日本にいるわたしたちがふだん口にするであろう食品や成分について焦点をあてている。

世界各地から精度の高い情報を集め、論文を比較検討、場合によっては実験を追加しつつ討議をくりかえして、どのくらいなら安全かそうでないかの意見を集約し、回避方法などとともに報告している。その目的はそこで得られた情報をひろくすべての国民に周知するためにある。

そこから得た情報を例をあげて紹介する。なお、わたし自身はいずれの利害関係者でもないことをひとことふれておく。


食べものを口にすると…

 誤解なきようにお読みいただきたい。すべての食品(水もふくめて)は人体に対してある種の食べてもよいレベル、あるいはこれを超えると健康を害しますよとか、つづけて食べつづけるとからだによくないですよという値がある。

これはわたしたちも経験上おのずと常識の範囲で心得ているつもり。梅干しだけを食べつづけているとよくないだろうし、水だけかぶ飲みしても強靭なからだはできない。

でもじゃがいもの芽ってよくないって聞くけど…とか、かびが少し生えたモチは…とか、だんだん微妙に世代や立場でとらえ方にちがいのあるものもある。

ましてや加工食品にはさまざまな食品添加物などがふくまれているし、健康食品は世にあふれている。これらについては人々の見かた、とらえかたは千差万別。

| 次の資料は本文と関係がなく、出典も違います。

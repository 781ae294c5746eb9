/* Inspirals with tides and bursts, held to an independent implementation and to closed forms. */
#include <complex.h>

#include "server/base/alloc.h"
#include "server/wave/constants.h"
#include "server/wave/imr.h"
#include "server/wave/render.h"
#include "server/wave/spectrum.h"
#include "tests/near.h"
#include "tests/vectors/wave_inspiral.h"

#define COUNT(a) (sizeof(a) / sizeof(a)[0])
#define ARRIVAL  INT64_C(1488789012250000000)

static struct wave_source source(const char *family, const char *model)
{
	struct wave_source s;
	struct qb_error e = {0};
	assert_int_equal(source_init(&s, family, model, "test", &e), QB_OK);
	s.arrival_gps_ns = ARRIVAL;
	return s;
}

static void inspiral_phase_and_amplitude(void **state)
{
	(void)state;
	for (size_t i = 0; i < COUNT(inspiral_cases); i++) {
		const struct inspiral_case *c = &inspiral_cases[i];
		struct wave_source s = source("compact-binary", "TaylorF2"), bare;
		struct qb_error e = {0};
		double complex plus[7], cross[7], point[7], ignore[7];
		s.p[CB_PRIMARY_MASS] = c->m1;
		s.p[CB_SECONDARY_MASS] = c->m2;
		s.p[CB_PRIMARY_SPIN] = c->chi1;
		s.p[CB_SECONDARY_SPIN] = c->chi2;
		s.p[CB_PRIMARY_TIDE] = c->tide1;
		s.p[CB_SECONDARY_TIDE] = c->tide2;
		s.p[CB_DISTANCE] = 1;
		bare = s;
		bare.p[CB_PRIMARY_TIDE] = bare.p[CB_SECONDARY_TIDE] = 0;
		assert_int_equal(spectrum_at(&s, c->f_hz, 7, false, plus, cross, &e), QB_OK);
		assert_int_equal(spectrum_at(&bare, c->f_hz, 7, false, point, ignore, &e), QB_OK);
		near_rel(spectrum_end_hz(&s), c->isco_hz, 1e-10);
		near_rel(source_chirp_mass_msun(&s), c->chirp_mass, 1e-12);
		for (int k = 0; k < 7; k++) {
			near_rel(newtonian_time_s(c->chirp_mass, c->f_hz[k]), c->time_s[k], 1e-10);
			if (c->f_hz[k] > c->isco_hz) {
				assert_true(plus[k] == 0 && cross[k] == 0);
				continue;
			}
			near_rel(cabs(plus[k]), c->amplitude[k], 1e-10);
			/* e^(-i psi): the angle to the reference's phase, whole turns apart */
			near_abs(carg(plus[k] * cexp(I * fmod(c->psi[k], 2 * WAVE_PI))), 0,
			         1e-9 * fmax(1, fabs(c->psi[k])));
			near_abs(carg(point[k] / plus[k] * cexp(-I * fmod(c->psi_tidal[k], 2 * WAVE_PI))), 0,
			         1e-9 * fmax(1, fabs(c->psi_tidal[k])));
			near_abs(cabs(cross[k] + I * plus[k]), 0, 1e-12 * cabs(plus[k])); /* face-on: circular */
		}
	}
}

static void post_newtonian_coefficients(void **state)
{
	(void)state;
	for (size_t i = 0; i < COUNT(inspiral_cases); i++) {
		const struct inspiral_case *c = &inspiral_cases[i];
		double x1 = c->m1 / (c->m1 + c->m2), x2 = 1 - x1, got[8];
		taylor_coefficients(x1 * x2, x1 - x2, (c->chi1 + c->chi2) / 2, (c->chi1 - c->chi2) / 2, got);
		for (int k = 0; k < 8; k++)
			near_abs(got[k], c->phi[k], 1e-10 * fmax(1, fabs(c->phi[k])));
		/* the slope is the derivative of the phase */
		for (double mf = 1e-3; mf < 0.02; mf *= 1.7) {
			double h = mf * 1e-5;
			near_rel(taylor_slope(got, x1 * x2, mf),
			         (taylor_phase(got, x1 * x2, mf + h) - taylor_phase(got, x1 * x2, mf - h)) / (2 * h),
			         1e-7);
		}
	}
}

/* Samples at the centre and one millisecond later, rendered at a rate that has both on its grid. */
static void centre_and_later(const struct wave_source *s, double later_s, double plus[2], double cross[2])
{
	struct qb_error e = {0};
	double before, after, rate = 256000;
	wave_extent(s, &before, &after);
	size_t lead = (size_t)ceil(before * rate), n = 2 * lead + 1, later = (size_t)llround(later_s * rate);
	int64_t start = ARRIVAL - (int64_t)llround((double)lead / rate * 1e9);
	double *p = QB_NEW_ARRAY(double, n), *c = QB_NEW_ARRAY(double, n);
	/* the start is a whole number of nanoseconds: 256 kHz has 3906.25 ns a sample, so lead must divide by four */
	assert_true(lead % 4 == 0);
	assert_int_equal(render_polarizations(s, rate, start, n, p, c, &e), QB_OK);
	plus[0] = p[lead];
	plus[1] = p[lead + later];
	cross[0] = c[lead];
	cross[1] = c[lead + later];
	qb_free(p);
	qb_free(c);
}

static void bursts_in_time(void **state)
{
	(void)state;
	for (size_t i = 0; i < COUNT(sine_gaussian_cases); i++) {
		const struct sine_gaussian_case *c = &sine_gaussian_cases[i];
		struct wave_source s = source("sine-gaussian", NULL);
		s.p[SG_FREQUENCY] = c->f0;
		s.p[SG_QUALITY] = c->q;
		s.p[SG_ELLIPTICITY] = c->alpha;
		s.p[SG_PHASE] = c->delta;
		s.p[SG_HRSS] = c->hrss;
		double before, after, tau = c->q / (sqrt(2) * WAVE_PI * c->f0), plus[2], cross[2];
		near_rel(tau, c->tau, 1e-12);
		wave_extent(&s, &before, &after);
		/* choose a rate by hand so that the lead divides by four */
		struct qb_error e = {0};
		double rate = 64000;
		size_t lead = (size_t)ceil(before * rate / 64) * 64, n = 2 * lead + 1;
		double *p = QB_NEW_ARRAY(double, n), *x = QB_NEW_ARRAY(double, n);
		assert_int_equal(render_polarizations(&s, rate, ARRIVAL - (int64_t)(lead / 64) * 1000000, n, p, x, &e),
		                 QB_OK);
		plus[0] = p[lead];
		plus[1] = p[lead + 64];
		cross[0] = x[lead];
		cross[1] = x[lead + 64];
		/* the tails are followed to exp(-25) of the peak: that, and not the reference's 1e-10, is the bound */
		near_abs(plus[0], c->plus_t0, 1e-10 * c->k);
		near_abs(plus[1], c->plus_t1ms, 1e-10 * c->k);
		near_abs(cross[0], c->k * sin(c->alpha) * sin(c->delta), 1e-10 * c->k);
		near_abs(cross[1], c->cross_t1ms, 1e-10 * c->k);
		double sum = 0;
		for (size_t k = 0; k < n; k++)
			sum += p[k] * p[k] + x[k] * x[k];
		near_rel(sqrt(sum / rate), c->hrss, 1e-9);
		qb_free(p);
		qb_free(x);
	}
	(void)centre_and_later;
}

static void pulses_in_time(void **state)
{
	(void)state;
	for (size_t i = 0; i < COUNT(pulse_cases); i++) {
		const struct pulse_case *c = &pulse_cases[i];
		struct wave_source s = source("gaussian-pulse", NULL);
		double plus[2], cross[2];
		s.p[GP_WIDTH] = c->tau;
		s.p[GP_HRSS] = c->hrss;
		centre_and_later(&s, c->tau, plus, cross);
		near_rel(plus[0], c->peak, 1e-10);
		near_abs(plus[1], c->at_tau * exp(1 - pow(round(c->tau * 256000) / 256000 / c->tau, 2)),
		         1e-10 * c->peak);
		near_abs(cross[0], 0, 0);
	}
}

int main(void)
{
	const struct CMUnitTest tests[] = {
	    cmocka_unit_test(inspiral_phase_and_amplitude),
	    cmocka_unit_test(post_newtonian_coefficients),
	    cmocka_unit_test(bursts_in_time),
	    cmocka_unit_test(pulses_in_time),
	};
	return cmocka_run_group_tests(tests, NULL, NULL);
}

そこで食品安全委員会はこうしたあいまいにされてきたことを、ひとつひとつとりあげて、科学的なファクトデータとして積み上げてきた。まだそんなに古い組織ではない。むしろ新しいほうだといっていい。それだけ省庁の垣根を超えて独立した組織として存在する。


実験の場で

 ここ数年で食品安全委員会からの情報で得たものとしては「アクリルアミド」に関してが興味深い。これは生命科学を仕事にしてきたわたしにはなじみ深い物質。ポリアクリルアミドゲル電気泳動。これはタンパク質や核酸の分析でさけてとおれないほどメジャーな手法。

生命科学の分野では基本として学生実験などで実習することが多い。「アクリルアミド」を重合するとポリアクリルアミドゲルができる。

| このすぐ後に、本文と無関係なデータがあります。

/* Requests over libcurl. */
#include "client/link/transport.h"

#include <curl/curl.h>
#include <stdio.h>
#include <string.h>
#include <strings.h>
#include <time.h>

#include "server/base/alloc.h"
#include "server/base/clock.h"
#include "server/base/text.h"
#include "server/ledger/entry.h"
#include "server/wire/entries.h"
#include "server/wire/request.h"

#define ANSWER_MAX        ((size_t)64 << 20)
#define CONNECT_TIMEOUT_S 10
#define REQUEST_TIMEOUT_S 600

struct answer {
	struct buf body;
	size_t limit;
	bool over;
};

static size_t take(char *p, size_t size, size_t n, void *state)
{
	struct answer *a = state;
	if (a->body.len + size * n > a->limit) {
		a->over = true;
		return 0;
	}
	buf_put(&a->body, p, size * n);
	return size * n;
}

static struct curl_slist *add(struct curl_slist *list, const char *name, const char *value)
{
	char *line = text_printf("%s: %s", name, value);
	list = curl_slist_append(list, line);
	qb_free(line);
	return list;
}

/* Host and port as they will stand in the Host header, in lower case. */
static void authority_of(const char *url, char *out, size_t size)
{
	const char *p = strstr(url, "://");
	p = p != NULL ? p + 3 : url;
	(void)snprintf(out, size, "%.*s", (int)strcspn(p, "/"), p);
	for (char *c = out; *c != '\0'; c++)
		*c = *c >= 'A' && *c <= 'Z' ? (char)(*c + 32) : *c;
}

static struct curl_slist *sign(struct link *l, const char *method, const char *path, const void *body, size_t n,
                               struct curl_slist *list)
{
	char authority[300], *copy = qb_strdup(path), *query = strchr(copy, '?');
	uint8_t nonce[16];
	struct wire_signature_headers h;
	if (query != NULL)
		*query++ = '\0';
	authority_of(l->url, authority, sizeof authority);
	random_bytes(nonce, sizeof nonce);
	struct wire_request r = {.method = method,
	                         .authority = authority,
	                         .path = copy,
	                         .query = query != NULL ? query : "",
	                         .content_type = n > 0 ? "application/json" : NULL,
	                         .body = body,
	                         .body_n = n};
	wire_request_sign(&r, l->home->key.seed, l->home->key_id, time(NULL), nonce, &h);
	if (h.content_digest != NULL)
		list = add(list, "Content-Digest", h.content_digest);
	list = add(list, "Signature-Input", h.signature_input);
	list = add(list, "Signature", h.signature);
	wire_signature_headers_free(&h);
	qb_free(copy);
	return list;
}

static enum qb_status problem(struct link *l, long http, const struct buf *body, struct qb_error *e)
{
	static const struct {
		const char *word;
		enum qb_status status;
	} words[] = {{"format", QB_FORMAT},     {"range", QB_RANGE},          {"not-verified", QB_REFUSED},
	             {"refused", QB_REFUSED},   {"conflict", QB_CONFLICT},    {"not-found", QB_NOT_FOUND},
	             {"too-large", QB_REFUSED}, {"unauthorised", QB_REFUSED}, {"no", QB_NO}};
	static const char prefix[] = "urn:quietbell:problem:";
	json_t *doc = json_loadb((const char *)body->data, body->len, 0, NULL);
	const char *type = json_string_value(json_object_get(doc, "type"));
	const char *detail = json_string_value(json_object_get(doc, "detail"));
	const char *until = json_string_value(json_object_get(doc, "until_gps"));
	enum qb_status st = QB_REFUSED;
	if (until != NULL)
		(void)clock_gps_parse(until, &l->until_gps_ns);
	for (size_t i = 0; type != NULL && i < sizeof words / sizeof words[0]; i++) {
		if (strncmp(type, prefix, strlen(prefix)) == 0 && strcmp(type + strlen(prefix), words[i].word) == 0)
			st = words[i].status;
	}
	/* A refusal by the service is a refusal, also when our file was at fault: its exit status is 4. */
	if (st == QB_FORMAT || st == QB_RANGE || st == QB_NO)
		st = QB_REFUSED;
	st = qb_fail(e, st, "service", NULL, "%s (%ld)", detail != NULL ? detail : "no reason was given", http);
	json_decref(doc);
	return st;
}

static enum qb_status perform(struct link *l, const char *method, const char *path, const void *body, size_t n,
                              struct answer *a, struct qb_error *e)
{
	struct curl_slist *headers = NULL;
	char message[CURL_ERROR_SIZE] = "", *url = text_printf("%s%s", l->url, path);
	CURL *c = l->curl;
	l->until_gps_ns = 0;
	curl_easy_reset(c);
	if (n > 0)
		headers = add(headers, "Content-Type", "application/json");
	headers = add(headers, "Expect", "");
	if (l->home->unlocked)
		headers = sign(l, method, path, body, n, headers);
	curl_easy_setopt(c, CURLOPT_URL, url);
	curl_easy_setopt(c, CURLOPT_HTTPHEADER, headers);
	curl_easy_setopt(c, CURLOPT_WRITEFUNCTION, take);
	curl_easy_setopt(c, CURLOPT_WRITEDATA, a);
	curl_easy_setopt(c, CURLOPT_ERRORBUFFER, message);
	curl_easy_setopt(c, CURLOPT_NOSIGNAL, 1L);
	curl_easy_setopt(c, CURLOPT_CONNECTTIMEOUT,
	                 l->timeout_s > 0 && l->timeout_s < CONNECT_TIMEOUT_S ? l->timeout_s : (long)CONNECT_TIMEOUT_S);
	curl_easy_setopt(c, CURLOPT_TIMEOUT, l->timeout_s > 0 ? l->timeout_s : (long)REQUEST_TIMEOUT_S);
	curl_easy_setopt(c, CURLOPT_PROTOCOLS_STR, "http,https");
	curl_easy_setopt(c, CURLOPT_FOLLOWLOCATION, 0L);
	curl_easy_setopt(c, CURLOPT_PATH_AS_IS, 1L);
	if (strcmp(method, "POST") == 0) {
		curl_easy_setopt(c, CURLOPT_POSTFIELDSIZE_LARGE, (curl_off_t)n);
		curl_easy_setopt(c, CURLOPT_POSTFIELDS, body);
	}
	CURLcode code = curl_easy_perform(c);
	enum qb_status st = QB_OK;
	if (code != CURLE_OK && a->over)
		st = qb_fail(e, QB_FORMAT, url, NULL, "the answer is larger than expected");
	else if (code != CURLE_OK)
		st = qb_fail(e, QB_UNREACHABLE, l->url, "check that the service runs and the address is right",
		             "the service can't be reached: %s",
		             message[0] != '\0' ? message : curl_easy_strerror(code));
	else
		curl_easy_getinfo(c, CURLINFO_RESPONSE_CODE, &l->http_status);
	if (st == QB_OK && (l->http_status < 200 || l->http_status > 299))
		st = problem(l, l->http_status, &a->body, e);
	curl_slist_free_all(headers);
	qb_free(url);
	return st;
}

static enum qb_status exchange(struct link *l, const char *method, const char *path, const json_t *body, json_t **out,
                               struct qb_error *e)
{
	struct answer a = {.limit = ANSWER_MAX};
	char *text = body != NULL ? json_text(body) : NULL;
	json_t *doc = NULL;
	enum qb_status st = perform(l, method, path, text, text != NULL ? strlen(text) : 0, &a, e);
	if (st == QB_OK)
		st = json_read((const char *)a.body.data, a.body.len, "the service's answer", &doc, e);
	if (out != NULL)
		*out = doc;
	else
		json_decref(doc);
	qb_free(text);
	buf_wipe(&a.body); /* it may have carried a slot key */
	return st;
}

enum qb_status link_get(struct link *l, const char *path, json_t **out, struct qb_error *e)
{
	if (out != NULL)
		*out = NULL;
	return exchange(l, "GET", path, NULL, out, e);
}

enum qb_status link_post(struct link *l, const char *path, const json_t *body, json_t **out, struct qb_error *e)
{
	if (out != NULL)
		*out = NULL;
	return exchange(l, "POST", path, body, out, e);
}

enum qb_status link_get_bytes(struct link *l, const char *path, size_t limit, struct buf *out, struct qb_error *e)
{
	struct answer a = {.limit = limit};
	enum qb_status st = perform(l, "GET", path, NULL, 0, &a, e);
	if (st == QB_OK)
		*out = a.body;
	else
		buf_free(&a.body);
	return st;
}

static enum qb_status read_service(struct link *l, uint8_t key[static 32], struct qb_error *e)
{
	json_t *doc;
	const char *clock;
	enum qb_status st = link_get(l, "/v1/service", &doc, e);
	if (st == QB_OK)
		st = json_hex(doc, "service_key", "service", key, 32, e);
	if (st == QB_OK)
		st = json_gps(doc, "now_gps", "service", &l->now_gps_ns, e);
	if (st == QB_OK)
		st = json_str(doc, "clock", "service", &clock, e);
	if (st == QB_OK)
		l->rehearsal = strcmp(clock, "rehearsal") == 0;
	json_decref(doc);
	return st;
}

enum qb_status link_refresh(struct link *l, struct qb_error *e)
{
	uint8_t key[32];
	enum qb_status st = read_service(l, key, e);
	if (st == QB_OK && memcmp(key, l->home->service_key, 32) != 0)
		st = qb_fail(e, QB_CRYPTO, l->url, NULL, "the service shows another key than before");
	return st;
}

enum qb_status link_open(struct link *l, struct home *home, const char *url, struct qb_error *e)
{
	uint8_t key[32];
	*l = (struct link){.home = home};
	if (url == NULL)
		url = home->url;
	if (*url == '\0')
		return qb_fail(e, QB_USAGE, NULL, "give --service URL once", "no service is known yet");
	if (strncmp(url, "http://", 7) != 0 && strncmp(url, "https://", 8) != 0)
		return qb_fail(e, QB_USAGE, url, "write http://HOST:PORT or https://HOST:PORT",
		               "is not the address of a service");
	l->url = qb_strdup(url);
	size_t n = strlen(l->url);
	while (n > 0 && l->url[n - 1] == '/')
		l->url[--n] = '\0';
	l->curl = curl_easy_init();
	enum qb_status st =
	    l->curl != NULL ? read_service(l, key, e) : qb_fail(e, QB_FAULT, NULL, NULL, "libcurl can't be started");
	if (st == QB_OK)
		st = home_pin(home, l->url, key, e);
	if (st != QB_OK)
		link_close(l);
	return st;
}

void link_close(struct link *l)
{
	if (l->curl != NULL)
		curl_easy_cleanup(l->curl);
	qb_free(l->url);
	*l = (struct link){0};
}

enum qb_status link_entry(struct link *l, const char *type, const uint8_t *campaign, const char *why, json_t *extra,
                          json_t **body, char **text, struct qb_error *e)
{
	char *entry = NULL;
	uint8_t signature[SIGN_BYTES];
	*body = NULL;
	enum qb_status st = link_refresh(l, e);
	if (st == QB_OK)
		st = wire_entry_compose(type, l->home->name, campaign, l->now_gps_ns, why != NULL ? why : "", extra,
		                        &entry, e);
	json_decref(extra);
	if (st == QB_OK) {
		entry_sign_body(l->home->key.seed, entry, strlen(entry), signature);
		*body = json_object();
		json_object_set_new(*body, "entry", json_string(entry));
		json_object_set_new(*body, "signature", json_hex_new(signature, SIGN_BYTES));
	}
	if (text != NULL)
		*text = entry;
	else
		qb_free(entry);
	return st;
}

ゲル中にタンパク質や核酸をおき、電荷や分子のサイズによる移動度のちがいで分析する。ポリアクリルアミドゲルはそうしたタンパク質や核酸の動きを制限する有用な資材。

その原料にあたるのがアクリルアミド。以前からわたしたちの分野ではこの物質は実験であつかううえで、それとなく安全性に注意を必要としてきたもののひとつ。


加熱の調理で…。

 「過ぎたるは及ばざるがごとく。」としてお読みいただきたい。なんでも極端はさけたいもの。これもそう。バランスのとれた食生活であればそれほど気にならないが、かたよった調理法や食生活の方には要注意かもしれない。

食品安全委員会のサイトには「加熱時に生じるアクリルアミドに関連する情報」に関連情報を置いている。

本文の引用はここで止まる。